Warc Blog

Retail web analytics must broaden

4 March 2014
NEW YORK: Retailers should worry less about abandoned digital shopping carts and focus more on gleaning usable consumer information from such visits and combining it with other metrics, according to a new report.

Noting that over recent years online shoppers have consistently failed to check out around two thirds of the time, insights provider eMarketer said that this was not about the effectiveness of e-commerce platforms so much as how consumers used carts.

It suggested three main reasons for high abandonment rates, including ingrained consumer behaviour, the growth of mobile shopping and a slow economic recovery.

eMarketer went on to argue that "abandonment rates are not terribly meaningful by themselves, but they can be quite meaningful when viewed in conjunction with other metrics and in the context of shopper intent and buying cycles".

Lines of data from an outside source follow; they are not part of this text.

export async function liveRunProbe(page, extra, outDir) {
  const req = JSON.parse(extra || '{}');
  const f = await liveRunFrame(page);
  switch (req.action) {
    case 'state': {
      // Wait for a finished run (or at least `minFrames` frames), then compare the picture now with the start view.
      // The pictures must come from one steady run: if the page re-received its frames (a replay after it was shown
      // again) or a new run began while they were read, read them again (at most three times).
      for (let attempt = 1; ; attempt++) {
        const d = await pollFor(page, `a run with ${req.minFrames ?? 2} frames`, async () => {
          const x = await facts(f);
          return Number(x.frames) >= (req.minFrames ?? 2) && (!req.done || x.status === 'done') ? x : null;
        });
        const picture = f.locator('canvas.picture');
        await picture.press('n');
        const now = await canvasPixels(f);
        const mid = await facts(f);
        await picture.press('s');
        await pollFor(page, 'the start view', async () => (await facts(f)).view === 'start');
        const start = await canvasPixels(f);
        await picture.press('c');
        const change = await canvasPixels(f);
        await picture.press('n');
        const after = await facts(f);
        const steady = [mid, after].every((x) => x.step === d.step && x.frames === d.frames && x.status === d.status);
        if (!steady && attempt < 3) continue;
        let diff = 0;
        for (let i = 0; i < Math.min(now.data.length, start.data.length); i++) diff += Math.abs(now.data[i] - start.data[i]);
        return {
          ...d, canvas: { width: now.width, height: now.height }, nowColours: now.colours, startColours: start.colours, changeColours: change.colours,
          painted: now.painted, meanAbsDiff: diff / Math.max(1, now.data.length), attempts: attempt, steady,
          during: `step ${mid.step}/${after.step}, frames ${mid.frames}/${after.frames}, status ${mid.status}/${after.status}`,
        };
      }
    }
    case 'knob': {
      const before = await facts(f);
      await f.locator(`#knob-${req.name}`).fill(String(req.position));
      const after = await pollFor(page, 'a new run after the knob moved', async () => {
        const x = await facts(f);
        return x.runId !== before.runId && Number(x.frames) >= 2 ? x : null;
      });
      const px = await canvasPixels(f);
      return { before, after, colours: px.colours };
    }
    case 'derivative': {
      // Chooses "∂/∂NAME" in the derivative chooser (or "none (values)" for an empty name) and waits for the finished rerun
      // whose shown frame is that derivative; returns the canvas' colours.
      const before = await facts(f);
      await f.locator('#derivative').selectOption(req.name ? req.name : { index: 0 });
      const after = await pollFor(page, `a finished run showing ${req.name ? `∂/∂${req.name}` : 'the values'}`, async () => {
        const x = await facts(f);
        return x.runId !== before.runId && x.status === 'done' && x.derivative === req.name ? x : null;
      });
      const px = await canvasPixels(f);
      const label = await f.locator('canvas.picture').getAttribute('aria-label');
      return { before, after, colours: px.colours, painted: px.painted, label };
    }
    case 'finding': {
      await pollFor(page, 'a finding', async () => Number((await facts(f)).findings) > 0);
      const button = f.locator('button.finding').first();
      const text = await button.innerText();
      await button.click();
      const d = await pollFor(page, 'the weights of the finding pixel', async () => {
        const x = await facts(f);
        return x.weights ? x : null;
      });
      return { text, ...d };
    }
    case 'click': {
      // A button of the page by (part of) its text.
      const button = f.locator('button', { hasText: req.text }).first();
      await button.click();
      return { clicked: await button.innerText(), ...(await facts(f)) };
    }
    case 'fit': {
      // Clicks "fit knobs" and waits for the fit to finish (done or failed) and for the rerun it starts.
      const before = await facts(f);
      await f.locator('button', { hasText: 'fit knobs' }).first().click();
      const d = await pollFor(page, 'the knob fit to finish', async () => {
        const x = await facts(f);
        return x.fit === 'done' || x.fit === 'failed' ? x : null;
      });
      // The page's knobs then hold the fitted values (the host moved them and reran).
      const after = d.fit === 'done' ? await pollFor(page, 'the knobs at the fitted values', async () => {
        const x = await facts(f);
        const found = JSON.parse(x.fitValues || '{}');
        const knobs = JSON.parse(x.knobs || '{}');
        return Object.keys(found).length > 0 && Object.entries(found).every(([k, v]) => knobs[k] === v) ? x : null;
      }) : d;
      return { ...after, before: before.runId, line: await f.locator('.fit-status').innerText() };
    }
    case 'notification': {
      // A button of a workbench notification (outside the webview) by its text.
      const find = async () => {
        const b = page.locator('.notifications-toasts .monaco-button, .notifications-center .monaco-button', { hasText: req.text }).first();
        return (await b.count()) > 0 && (await b.isVisible()) ? b : null;
      };
      let button = null;
      try {
        button = await pollFor(page, `a notification with "${req.text}"`, find);
      } catch (err) {
        await page.screenshot({ path: join(outDir, 'probe-failed-notification.png') }).catch(() => {});
        const texts = await page.locator('.notification-list-item').allInnerTexts().catch(() => []);
        throw new Error(`${err.message}; notifications: ${JSON.stringify(texts)}`);
      }
      const message = await page.locator('.notification-list-item-message', { hasText: 'Fit' }).first().innerText().catch(() => '');
      await button.click();
      return { clicked: req.text, message };
    }
    case 'problems': {
      // The page marks itself stale and shows the first error; clicking it reveals the error in the editor.
      await pollFor(page, 'the stale mark and the first error', () => f.evaluate(() => document.body.classList.contains('stale') && !document.querySelector('.problems').hidden));
      const link = f.locator('.problems button').first();
      const text = await link.innerText();
      const frames = (await facts(f)).frames;
      await link.click();
      return { text, frames, stale: true };
    }
    case 'shot': {
      await pollFor(page, 'a finished run', async () => (await facts(f)).status === 'done');
      // The page takes the new theme's variables a moment after the workbench does.
      if (req.theme) await pollFor(page, `the ${req.theme} theme in the page`, () => f.evaluate((t) => document.body.classList.contains(`vscode-${t}`), req.theme));
      if (req.pick) {
        const box = await f.locator('canvas.picture').boundingBox();
        await f.locator('canvas.picture').click({ position: { x: box.width * req.pick[0], y: box.height * req.pick[1] } });
        await pollFor(page, 'the weights of the picked pixel', async () => Boolean((await facts(f)).weights));
      }
      const path = join(outDir, `${req.name}.png`);
      const buf = await page.screenshot({ path });
      const box = await page.locator('iframe.webview.ready').last().boundingBox();
      const panel = box ? pngStats(await page.screenshot({ clip: box })) : { colours: 0, width: 0, height: 0 };
      return { path, page: pngStats(buf), panel };
    }
    case 'spectrum': {
      // The frequency map of the finished run: distinct colours in the map part of its canvas, a colour bar whose
      // colour changes from top to bottom, and pixels of the accent (the stable region's edge) inside the map.
      await pollFor(page, 'a finished run with its frequency map', async () => {
        const x = await facts(f);
        return x.status !== 'running' && x.status !== 'idle' && x.spectrum ? x : null;
      });
      const canvas = f.locator('canvas.spectrum');
      await canvas.scrollIntoViewIfNeeded();
      const px = await f.evaluate(() => {
        const c = document.querySelector('canvas.spectrum');
        const dpr = window.devicePixelRatio || 1;
        const { data } = c.getContext('2d').getImageData(0, 0, c.width, c.height);
        const cssW = c.width / dpr;
        const mapW = Math.round((cssW - 58) * dpr);
        const mapH = Math.round(Math.min(mapW, c.height - 18 * dpr));
        const accent = getComputedStyle(document.body).getPropertyValue('--vscode-focusBorder').trim();
        const probeEl = document.createElement('span');
        probeEl.style.color = accent || '#0a84ff';
        document.body.append(probeEl);
        const [ar, ag, ab] = getComputedStyle(probeEl).color.match(/\d+/g).map(Number);
        probeEl.remove();
        const map = new Set();
        let edge = 0;
        for (let y = 0; y < mapH; y++) for (let x = 0; x < mapW; x++) {
          const i = (y * c.width + x) * 4;
          map.add((data[i] << 16) | (data[i + 1] << 8) | data[i + 2]);
          if (Math.abs(data[i] - ar) + Math.abs(data[i + 1] - ag) + Math.abs(data[i + 2] - ab) < 40) edge++;
        }
        const bx = Math.round((cssW - 58 + 8 + 6) * dpr);
        const bar = new Set();
        for (let y = 2; y < mapH - 2; y++) {
          const i = (y * c.width + bx) * 4;
          bar.add((data[i] << 16) | (data[i + 1] << 8) | data[i + 2]);
        }
        const top = (2 * c.width + bx) * 4;
        const bottom = ((mapH - 3) * c.width + bx) * 4;
        return {
          width: c.width, height: c.height, mapColours: map.size, edgePixels: edge, barColours: bar.size,
          barContrast: Math.abs(data[top] - data[bottom]) + Math.abs(data[top + 1] - data[bottom + 1]) + Math.abs(data[top + 2] - data[bottom + 2]),
          text: document.querySelector('.spectrum-text').textContent, iso: !document.querySelector('canvas.spectrum').closest('section').querySelector('figure').hidden,
          approximates: document.body.dataset.approximates,
        };
      });
      const shot = req.name ? await panelShot(page, join(outDir, `${req.name}.png`)) : null;
      return { ...px, shot };
    }
    case 'influence': {
      // Picks a pixel, switches to the influence view and waits for its map; then compares the picture around the
      // picked pixel with the plain input view (the overlay must change it) and counts coloured pixels there.
      await pollFor(page, 'a finished run', async () => (await facts(f)).status === 'done');
      const picture = f.locator('canvas.picture');
      const box = await picture.boundingBox();
      const at = { x: box.width * req.pick[0], y: box.height * req.pick[1] };
      await picture.click({ position: at });
      await pollFor(page, 'the weights of the picked pixel', async () => Boolean((await facts(f)).weights));
      await picture.press('i');
      const d = await pollFor(page, 'the influence map of the picked pixel', async () => {
        const x = await facts(f);
        return x.influence && x.view === 'influence' ? x : null;
      });
      const region = (cx, cy, r) => f.evaluate(([cx, cy, r]) => {
        const c = document.querySelector('canvas.picture');
        const dpr = window.devicePixelRatio || 1;
        const x0 = Math.max(0, Math.round((cx - r) * dpr)), y0 = Math.max(0, Math.round((cy - r) * dpr));
        const w = Math.min(c.width - x0, Math.round(2 * r * dpr)), h = Math.min(c.height - y0, Math.round(2 * r * dpr));
        return Array.from(c.getContext('2d').getImageData(x0, y0, w, h).data);
      }, [cx, cy, r]);
      const R = 24;
      // The ring's place now: the panel may have re-laid out (and re-fitted the picture) since the click.
      const ringAt = (x) => (x.pickAt ? x.pickAt.split(',').map(Number) : [at.x, at.y]);
      const [ox, oy] = ringAt(await facts(f));
      const over = await region(ox, oy, R);
      await picture.press('s');
      const startFacts = await pollFor(page, 'the start view', async () => { const x = await facts(f); return x.view === 'start' ? x : null; });
      const [px, py] = ringAt(startFacts);
      const plain = await region(px, py, R);
      await picture.press('i');
      await pollFor(page, 'the influence view again', async () => (await facts(f)).view === 'influence');
      let diff = 0, coloured = 0;
      for (let i = 0; i < Math.min(over.length, plain.length); i += 4) {
        diff += Math.abs(over[i] - plain[i]) + Math.abs(over[i + 1] - plain[i + 1]) + Math.abs(over[i + 2] - plain[i + 2]);
        if (Math.max(over[i], over[i + 1], over[i + 2]) - Math.min(over[i], over[i + 1], over[i + 2]) > 40) coloured++;
      }
      const legend = await f.locator('.legend').innerText();
      const readout = await f.locator('.readout').innerText();
      // For the picture, zoom in around the picked pixel (wheel over it), so the map is large enough to read.
      if (req.zoom) {
        await f.evaluate(([x, y, n]) => {
          const c = document.querySelector('canvas.picture');
          const r = c.getBoundingClientRect();
          for (let k = 0; k < n; k++) c.dispatchEvent(new WheelEvent('wheel', { deltaY: -100, clientX: r.left + x, clientY: r.top + y, bubbles: true, cancelable: true }));
        }, [ox, oy, req.zoom]);
      }
      if (req.zoom) await page.waitForTimeout(300);
      const shot = req.name ? await panelShot(page, join(outDir, `${req.name}.png`)) : null;
      return { ...d, meanDiff: diff / Math.max(1, over.length / 4), coloured, pixels: over.length / 4, legend, readout, shot };
    }
    case 'pin': {
      // Pins the shown step (the last one of a finished run) as the A/B baseline.
      // With req.step, also wait until that step is the one shown (a rerun may still be on its way in).
      await pollFor(page, 'a finished run', async () => { const x = await facts(f); return x.status === 'done' && (req.step === undefined || x.step === String(req.step)); });
      await f.locator('button', { hasText: 'pin this step' }).first().click();
      return pollFor(page, 'the pinned result', async () => {
        const x = await facts(f);
        return x.pinned ? x : null;
      });
    }
    case 'ab': {
      // After a change, waits for the new run's comparison with the pinned result and reads the A/B section.
      const d = await pollFor(page, 'a comparison with the pinned result', async () => {
        const x = await facts(f);
        return x.status === 'done' && x.pinned && x.comparison && (!req.notRun || x.runId !== req.notRun) ? x : null;
      });
      await f.locator('section.ab').scrollIntoViewIfNeeded();
      const ab = await f.evaluate(() => {
        const counts = Array.from(document.querySelectorAll('canvas.ab-picture')).map((c) => {
          const { data } = c.getContext('2d').getImageData(0, 0, c.width, c.height);
          const set = new Set();
          for (let i = 0; i < data.length; i += 16) set.add((data[i] << 16) | (data[i + 1] << 8) | data[i + 2]);
          return set.size;
        });
        const rows = Array.from(document.querySelectorAll('.ab-table tr')).map((tr) => Array.from(tr.children).map((c) => c.textContent));
        return { visible: !document.querySelector('section.ab').hidden, counts, rows, between: document.querySelector('.ab-between').textContent, label: document.querySelector('.ab-label').textContent };
      });
      const shot = req.name ? await panelShot(page, join(outDir, `${req.name}.png`)) : null;
      return { ...d, ...ab, shot };
    }
    default:
      throw new Error(`unknown live run probe ${req.action}`);
  }
}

Simply putting an item in a cart immediately highlighted what a shopper might be interested in buying, even if they didn't actually do so on that occasion. But instead of just using this data for remarketing purposes, retailers could be achieving more by combining this data with other metrics.

Web analytics typically focused on individual sessions when what was really required, said eMarketer, was a visitor-centric approach that included offline data.

For example, customers often visited a site many times before making a purchase, becoming more likely to buy with every visit. Retailers needed to link up this behaviour with in-store purchases, loyalty card data and email addresses. But there remained, eMarketer conceded, an issue with attribution.

Basic attribution has become increasingly challenging with the spread of available channels and many marketers are settling for using last-touch metrics.

Writing in Admap, Peter Cain of Marketscience Consulting, proposed an econometric modelling approach to this problem which would allow marketers to understand how various media combinations impacted on consumers.

The proposed framework informed business planning in four key areas: traditional and digital ROI, marketing budget allocation, media laydown, and simulation and forecasting.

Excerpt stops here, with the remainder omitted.